We initially started searching for literature examples of functional groups that served as bioisosteric replacements of the guanidine functionality. First, we came across a study whereby the unsubstituted guanidine group of an anti-HIV peptidomimetic compound was bioisosterically replaced with a squaryldiamide moiety [19]. Additionally, we found reports of acylguanidines and carbamoylguanidines successfully serving as bioisosteres of guanidine groups on peptidomimetic NPY and NPFF receptor ligands [20,21]. Soll et al., showed that an aminohydrazone motif was an effective functional group mimic of the highly basic guanidine group in a series of small molecule thrombin inhibitors and resulted in reduced basicity, as well as enhanced oral bioavailability of these compounds [22]. Although these bioisosteric replacements may prove successful in terms of biological activity, synthetic feasibility may hamper access to such chemical entities. Besides, many of the bioisosteres were merely guanidine derivatives and not replacements.

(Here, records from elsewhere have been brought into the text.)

def check_thread_strength(ctx: FitContext) -> None:
    """Will the head's thread hold? Preload plus gas load against the port thread's shear
    strength over the worst-case engaged length (model and sources: `strength.py`)."""
    plug, port, options = ctx.plug, ctx.port, ctx.options
    size = ctx.catalog.threads.get(port.thread)
    plug_class = _LOOSER_PLUG_CLASS if size is None else size.plug_thread_class
    thread = _port_thread(port.thread, plug_class)
    if thread is None:
        ctx.skip(_THREAD_STRENGTH_NO_PITCH)
        return
    if size is None:
        ctx.assume(_LOOSER_CLASS_ASSUMED)
    if "protrusion_short_side" not in ctx.geometry:  # there is a thread end and a port depth
        ctx.not_checked("thread_strength", _missing_for_thread_end(ctx, need_port=True))
        return
    material = port.material or "aluminium"
    torque = options.torque
    if torque is None:
        guide = ctx.catalog.torque_for(port.thread, port.seat, material)
        if guide is None:
            ctx.not_checked("thread_strength", "no planned torque given and the catalogue has no torque "
                                               f"guidance for {port.thread} {port.seat} seat")
            return
        torque = torque_limits(guide)[options.lubrication or "dry"].guide.max_nm
        ctx.assume("thread strength: no planned torque: the top of the recommended range (for the stated "
                   "lubrication) is used")
    if port.material is None:
        ctx.assume("thread strength: head material not given: aluminium (the weaker) is assumed")
    if options.lubrication is None:
        ctx.assume("thread strength: lubrication not given: the nut factor for 'not stated', 0.20 "
                   "(Shigley table 8-15), is used")
    if port.peak_pressure_bar is None:
        ctx.assume("thread strength: peak_pressure not given: the gas load is left out")
    diameter, pitch, limits, allowances, area_source = thread
    hot_shear_strength, strength_values, shear_strength_grade = _HEAD_MATERIALS[material]
    # Worst-case ends of the stand-off and the port depth, as `Stack.bounds` computes them.
    gasket, depth = ctx.gasket, ctx.port_depth
    # A thread protrusion exists, so the plug has a reach and the port a depth.
    assert plug.reach is not None and gasket is not None and depth is not None
    depth_min = depth.nominal - depth.down
    insert = port.insert
    if insert is not None:
        if insert.length is None:
            ctx.not_checked("thread_strength", "the thread insert's length not given")
            return
        # The plug's thread engages the insert, which ends at its own length.
        depth_min = insert.length.nominal - insert.length.minus
    engaged = engaged_length_mm(reach_min_mm=plug.reach.nominal - plug.reach.minus,
                                standoff_min_mm=gasket.nominal - gasket.down,
                                standoff_max_mm=gasket.nominal + gasket.up,
                                port_depth_min_mm=depth_min,
                                allowances=allowances)
    result = thread_strength(
        torque_nm=torque, lubrication=options.lubrication, seat=port.seat, nominal_diameter_mm=diameter,
        pitch_mm=pitch, external_major_min_mm=limits.external_major_min_mm,
        internal_pitch_max_mm=limits.internal_pitch_max_mm, engaged_length_mm=engaged,
        shear_strength_mpa=hot_shear_strength, peak_pressure_bar=port.peak_pressure_bar)
    interface = None
    if insert is not None:
        governing = _insert_strength(ctx, insert, diameter, pitch, limits, depth_min, depth.nominal - depth.down,
                                     engaged, torque)
        if governing is None:
            return
        result, strength_values, shear_strength_grade, area_source, interface = governing
    (torque_nm, nut_factor, preload, gas_load, engaged_length, shear_area, shear_strength, strip_strength,
     safety_factor, min_safety_factor) = result  # one unpacking instead of eleven field reads
    if not math.isfinite(safety_factor):  # a planned torque of (nearly) zero and no gas load
        ctx.not_checked("thread_strength", "the planned torque puts practically no load on the thread")
        return
    values: dict[str, Value | SourcedValue] = {
        "torque": (torque_nm, TORQUE), "nut_factor": (nut_factor, "ratio"),
        "preload": (preload, "force"), "gas_load": (gas_load, "force"), "load": (preload + gas_load, "force"),
        "engaged_length": (engaged_length, LENGTH), "shear_area": (shear_area, "area", "derived", area_source),
        **strength_values, "shear_strength": (shear_strength, "stress", *shear_strength_grade),
        "strip_strength": (strip_strength, "force"), "safety_factor": (safety_factor, "ratio"),
        "min_safety_factor": (min_safety_factor, "ratio")}
    analysis: dict[str, Value | SourcedValue | str] = dict(values)
    if interface is not None:
        analysis["governing_interface"] = interface[0]
        analysis.update(interface[1])
    ctx.analysis["thread_strength"] = analysis
    if safety_factor < min_safety_factor:  # ThreadStrength.at_risk
        ctx.add("THREAD_STRIP_RISK", "thread_strength", "warn",
                _STRIP_MESSAGES[None if interface is None else interface[0]], **values)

On the other hand, Bihel et al., were successfully able to completely replace the guanidine group of their high affinity peptide-based NPFF-R ligand 4a (Fig. 2) with various piperidine and piperazine derivatives [9], with the resultant analogues retaining the nanomolar NPFF-R binding affinity of the parent molecule. This is of particular importance since it was believed that a guanidine group or a guanidine mimetic is essential for high affinity NPFF receptor binding. Additionally, some of the synthesized analogues demonstrated preference in binding affinity for one NPFF-R subtype over the other. One likely explanation for this phenomenon could be that the basic nitrogen atom of these cyclic tertiary amines is engaging in an ionic interaction with the same biding site residues as the guanidine group.

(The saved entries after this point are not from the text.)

namespace BcPrep.Uncertainty;

/// <summary>How a standard uncertainty was obtained (GUM 4.2 Type A, 4.3 Type B).</summary>
public enum EvaluationType
{
    /// <summary>Statistical analysis of a series of observations (GUM 4.2).</summary>
    TypeA,

    /// <summary>Any other means: certificates, specifications, bounds, experience (GUM 4.3).</summary>
    TypeB,
}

The same strategy was adopted by la Rochelle et al., in the design of their chimeric, peptidomimetic mu-opioid receptor (MOR) agonist/NPFF-R antagonist KGFF09 [23] (Fig. 3). In this study, the authors described combining the pharmacophores of ligands of both MOR and NPFF receptors to form a series of bifunctional ligands. By substituting the guanidine of the NPFF core on one of their analogues, KGFF03, with piperidine and 4-benzyl piperidine, they obtained KGFF08 and KGFF09, respectively. Despite some minor loss in binding affinity at NPFF receptors, the Ki values of both analogues remained in the low nanomolar range. Moreover, the preference in binding affinity for the NPFF2-R subtype exhibited by the parent molecule, KGFF03, was preserved. In the in vitro functional assay, KGFF09 behaved as a MOR agonist/NPFF-R antagonist and demonstrated anti-hyperalgesic effects in mice in vivo.

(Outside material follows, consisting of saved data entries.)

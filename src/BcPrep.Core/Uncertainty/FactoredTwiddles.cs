using System.Numerics;
using System.Runtime.CompilerServices;

namespace BcPrep.Uncertainty;

/// <summary>
/// cos, sin(2πj/Size) for j &lt; Size/2 (Size a power of two) from two small tables instead of one of Size/2 entries:
/// with j = h·F + l (F a power of two near √(Size/2)), the angle is the sum of a coarse angle 2πhF/Size and a fine
/// one 2πl/Size, so cos = cᵢ + (cᵢ·(c_f − 1) − sᵢ·s_f) and sin = sᵢ + (sᵢ·(c_f − 1) + cᵢ·s_f). The fine cosine is kept
/// as c_f − 1 = −2 sin²(π l/Size), a small number known to full relative precision, so the correction terms are small
/// and add little to the coarse entry's own rounding: each result is within 4.5e-16 of Math.Cos and Math.Sin of the
/// rounded angle and of the exact twiddle (tested over every index at 2²²: 4.44e-16 at most against either, where the
/// direct values themselves lie up to 3.9e-16 from the exact ones, their angle being rounded). Where l = 0 the
/// coarse entry is returned as it is: exactly Math.Cos/Math.Sin(2πj/Size), the double the direct expression gives.
/// At Size = 2²² the tables hold 2 × 1024 + 3 × 2048 doubles (48 kB) instead of 2 × 2²¹ (32 MB).
/// </summary>
internal sealed class FactoredTwiddles
{
    private readonly double[] _coarseCos;
    private readonly double[] _coarseSin;
    private readonly double[] _fineCosMinusOne;
    private readonly double[] _fineSin;
    private readonly int _fineBits;
    private readonly int _fineMask;

    private FactoredTwiddles(int size)
    {
        Size = size;
        var half = Math.Max(size / 2, 1);
        var bits = BitOperations.Log2((uint)half);
        _fineBits = (bits + 1) / 2;
        var fine = 1 << _fineBits;
        _fineMask = fine - 1;
        var coarse = Math.Max(half >> _fineBits, 1);
        _coarseCos = new double[coarse];
        _coarseSin = new double[coarse];
        for (var h = 0; h < coarse; h++)
        {
            // The expression of the direct table (2πk/n with k = hF), so these are the very doubles it held.
            var angle = 2.0 * Math.PI * (h << _fineBits) / size;
            _coarseCos[h] = Math.Cos(angle);
            _coarseSin[h] = Math.Sin(angle);
        }
        _fineCosMinusOne = new double[fine];
        _fineSin = new double[fine];
        for (var l = 0; l < fine; l++)
        {
            var angle = 2.0 * Math.PI * l / size;
            var halfSin = Math.Sin(Math.PI * l / size);
            _fineCosMinusOne[l] = -2.0 * halfSin * halfSin;
            _fineSin[l] = Math.Sin(angle);
        }
    }

    /// <summary>The transform length the tables are for: index j stands for the angle 2πj/Size.</summary>
    public int Size { get; }

    /// <summary>The tables for <paramref name="size"/> points (a power of two).</summary>
    public static FactoredTwiddles Build(int size) => new(size);

    /// <summary>cos, sin(2πj/Size), j &lt; Size/2.</summary>
    public (double Cos, double Sin) At(int j)
    {
        var l = j & _fineMask;
        return AngleSum(_coarseCos[j >> _fineBits], _coarseSin[j >> _fineBits], _fineCosMinusOne[l], _fineSin[l]);
    }

    /// <summary>cos and sin of a coarse angle (c, s) plus a fine one (its cosine less one, fc, and its sine, fs).</summary>
    [MethodImpl(MethodImplOptions.AggressiveInlining)]
    private static (double Cos, double Sin) AngleSum(double c, double s, double fc, double fs) =>
        (c + ((c * fc) - (s * fs)), s + ((s * fc) + (c * fs)));

    /// <summary>cos, sin(2πj/Size) for j = first, first + stride, … into <paramref name="cos"/> and <paramref name="sin"/> (one per element).</summary>
    public void Fill(int first, int stride, Span<double> cos, Span<double> sin)
    {
        var coarseCos = _coarseCos;
        var coarseSin = _coarseSin;
        var fineCosMinusOne = _fineCosMinusOne;
        var fineSin = _fineSin;
        for (int i = 0, j = first; i < cos.Length; i++, j += stride)
        {
            var h = j >> _fineBits;
            var l = j & _fineMask;
            (cos[i], sin[i]) = AngleSum(coarseCos[h], coarseSin[h], fineCosMinusOne[l], fineSin[l]);
        }
    }
}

Taken together, these two studies demonstrate that the guanidine of the sequence RF-amide can be successfully replaced with piperidine and/or piperazine derivatives, leading to viable peptidomimetic NPFF-R ligands.

Considering this work and based on the promising results presented in the latter two studies, we decided to adopt this concept and apply it to our small molecule NPFF-R ligands. Since the guanidine moiety is a common feature of both our small molecules and the peptidomimetic NPFF-R ligands, we wanted to explore the prospect of substituting the guanidine group of our small molecules with various cyclic amines. Our plan was to combine our leading NPFF-R antagonist MES304 (Fig. 1) with the cyclic amines used in Fig. 2, Fig. 3. We believed that these cyclic amines serve as an excellent substitute for the guanidine group since they are basic in nature as guanidines, albeit with lower pKa and lower polar surface area. Accordingly, we envisioned that they could improve the overall pharmacokinetic profile of our NPFF-R probe candidates.

We started by replacing the guanidine group of our lead molecule, MES304 with various cyclic amines. Afterwards, optimization efforts on different parts of the molecule lead to the development of a library of piperidine and piperazine derivatives, for which the binding affinity at the NPFF receptors was determined.